Eventually she became aware that she was not alone. Ahilya turned her head and saw, not a few feet away, another body lying spreadeagled on his back.

Iravan stared up at the sky, tears leaking from the sides of his face. His breathing was slow and he didn’t make a move toward her, though one hand was outstretched in her direction, as if only minutes ago they had been touching each other. His other palm lay loosely curled. Something shone inside it, like the tiniest, most precious pearl. He did not seem to notice her, and she took her time, not seeking his attention, but merely content to study him.

He looked… changed. Pieces of him were familiar, taken from different times in his life, as if reality had been unable to decide which one was really Iravan. He was just as handsome as ever, his dark skin the same almost-black. His hair was no longer silvery though—instead, his salt-and-pepper locks had returned, except a shock of bright gray fell across his forehead as if to declare to everyone that he was not the man from Nakshar, but someone else, someone evolved. His clothes were the black of an Ecstatic, but theywere riddled with the slashes of the brightest white. Reality had solidified him into this image, his choices and coercion coexisting. Ahilya did not know what it meant for his future.

He turned slowly toward her, and she saw then that his eyes were black again. The silver was gone, but when she looked deeper, she thought she could see sparks of gray still lurking inside. His fingers twitched toward her, and slowly he sat up. Ahilya extended her hand. She touched him, and loosely he stroked her palm.

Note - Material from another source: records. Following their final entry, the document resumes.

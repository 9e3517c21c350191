"""Atomic output files: written to a temporary file beside the target, then renamed.

Without ``overwrite`` an existing target is refused, also one that appears while
writing (the last step hard-links the temporary file, which cannot replace).  A
process killed while writing leaves at most a hidden temporary file (named with its
process id, removed by `remove_stale_temps` once that process is gone), never a
half-written file under the final name.  An output folder being filled carries the
`INCOMPLETE_MARKER` file until the last output is in place.
"""

import contextlib
import datetime as _dt
import errno
import os
import re
import secrets

from skyscale.core.validate import InputError

__all__ = ["atomic_output", "atomic_write_bytes", "check_output_dir", "incomplete_marker",
           "remove_stale_temps", "INCOMPLETE_MARKER"]

#: File present in an output folder while its outputs are incomplete.
INCOMPLETE_MARKER = "OUTPUTS_INCOMPLETE.txt"
_TEMP = re.compile(r"^\..+\.(\d+)-[0-9a-f]{12}\.tmp$")


def _reserve_temp(directory, base):
    while True:
        tmp = os.path.join(directory, f".{base}.{os.getpid()}-{secrets.token_hex(6)}.tmp")
        try:
            return os.open(tmp, os.O_WRONLY | os.O_CREAT | os.O_EXCL, 0o666), tmp
        except FileExistsError:
            continue


def _exists_error(path):
    return FileExistsError(f"{path} already exists; pass overwrite=True (--overwrite on "
                           "the command line) to replace it, or choose another path")


@contextlib.contextmanager
def atomic_output(path, overwrite, *, text=False):
    """Yield a file in ``path``'s directory that becomes ``path`` only on success."""
    directory = os.path.dirname(os.path.abspath(path))
    if not os.path.isdir(directory):
        raise FileNotFoundError(f"output folder {directory} does not exist; create it first")
    if os.path.isdir(path):
        raise IsADirectoryError(f"{path} is a directory; pass a file name")
    if os.path.lexists(path) and not overwrite:
        raise _exists_error(path)
    fd, tmp = _reserve_temp(directory, os.path.basename(path))
    try:
        mode = dict(mode="w", newline="", encoding="utf-8") if text else dict(mode="wb")
        with os.fdopen(fd, **mode) as fh:
            yield fh
            fh.flush()
            os.fsync(fh.fileno())
        if overwrite:
            os.replace(tmp, path)
            _sync_dir(directory)
        else:
            try:
                os.link(tmp, path)            # fails if someone created path meanwhile
            except FileExistsError:
                raise _exists_error(path) from None
            except OSError:                   # no hard links here: check, then rename
                if os.path.lexists(path):
                    raise _exists_error(path) from None
                os.replace(tmp, path)
            _sync_dir(directory)
    finally:
        with contextlib.suppress(FileNotFoundError):
            os.unlink(tmp)


def atomic_write_bytes(path, data, *, overwrite=False):
    """Write ``data`` to ``path`` atomically; return the path as given."""
    with atomic_output(path, overwrite) as fh:
        fh.write(data)
    return path


def _sync_dir(directory):
    """Make a rename durable (best effort: not every file system allows it)."""
    with contextlib.suppress(OSError):
        fd = os.open(directory, os.O_RDONLY)
        try:
            os.fsync(fd)
        finally:
            os.close(fd)


def _alive(pid):
    try:
        os.kill(pid, 0)
    except ProcessLookupError:
        return False
    except PermissionError:
        return True
    return True


def remove_stale_temps(directory):
    """Remove temporary files that killed writers left in ``directory``; return their names."""
    removed = []
    with contextlib.suppress(FileNotFoundError, NotADirectoryError):
        for name in os.listdir(directory):
            m = _TEMP.match(name)
            if m and int(m.group(1)) != os.getpid() and not _alive(int(m.group(1))):
                with contextlib.suppress(FileNotFoundError):
                    os.unlink(os.path.join(directory, name))
                    removed.append(name)
    return removed


def check_output_dir(path, label="out"):
    """Make sure ``path`` is a folder this process can write into, or can become one.

    Nothing is created: a missing folder is checked through its nearest existing parent
    (the folder itself is made when the first output is written).  Raises `InputError`
    naming ``label`` when ``path`` is a file, lies under a file, or cannot be written
    (tested by creating and removing a temporary file).
    """
    path = os.path.abspath(os.fspath(path))
    if os.path.exists(path) and not os.path.isdir(path):
        raise InputError(f"{label} {path} is a file; give a folder for the outputs")
    probe_dir = path
    while not os.path.exists(probe_dir):
        probe_dir = os.path.dirname(probe_dir)
    if not os.path.isdir(probe_dir):
        raise InputError(f"{label} {path} cannot be made: {probe_dir} is a file; choose "
                         "another folder")
    try:
        fd, probe = _reserve_temp(probe_dir, "write-test")
        os.close(fd)
        os.unlink(probe)
    except OSError as exc:
        why = {errno.EACCES: "permission denied", errno.EPERM: "permission denied",
               errno.EROFS: "the file system is read-only",
               errno.ENOSPC: "the disk is full"}.get(exc.errno, exc.strerror or str(exc))
        raise InputError(f"{label} {path} cannot be written ({why} in {probe_dir}); "
                         "choose a folder you can write to") from None
    return path


@contextlib.contextmanager
def incomplete_marker(directory, what="skyscale outputs"):
    """Keep `INCOMPLETE_MARKER` in ``directory`` while the block runs; remove it on success.

    On any exception (an interrupt included) the marker stays, saying that the folder's
    outputs are incomplete.
    """
    os.makedirs(directory, exist_ok=True)
    marker = os.path.join(directory, INCOMPLETE_MARKER)
    stamp = _dt.datetime.now(_dt.timezone.utc).isoformat(timespec="seconds")
    with open(marker, "w", encoding="utf-8") as fh:
        fh.write(f"The {what} in this folder are incomplete: they were being written "
                 f"(process {os.getpid()}, started {stamp}) and this file is removed only "
                 "after the last one is in place.  If it is still here, that run was "
                 "stopped while writing: run it again with --overwrite.\n")
    yield marker
    os.unlink(marker)
    _sync_dir(directory)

“Are you all right?” she asked softly

“No,” he said. Then after a long time, after a deep, shaky breath. “Yes. Yes. Are you?”

She could not form the words, but he seemed to understand. Iravan nodded, and his eyes returned to the sky. Tears still fell down his face, but either he did not notice them or he did not care to wipe them.

Neither of them spoke for a long time.

“Is it over?” he finally whispered.

“It’s over,” she confirmed.

“Then we survived.”

She looked back to the city, where more people released others from the remains of the battle. “Many of us, yes. Did reality?”

It was a foolish question perhaps, but Ahilya had experienced too much to not ask it.

“I—I think so,” he said. “Do you remember much?”

Wisps of memories floated across her mind. The ferocity of the planetrage. The unity of Cohesion. The utter reality-shattering presence of dissolution that made her chest heave with wrongness. And then, beyond it, a terrifying, massive, utterly inhuman sentience.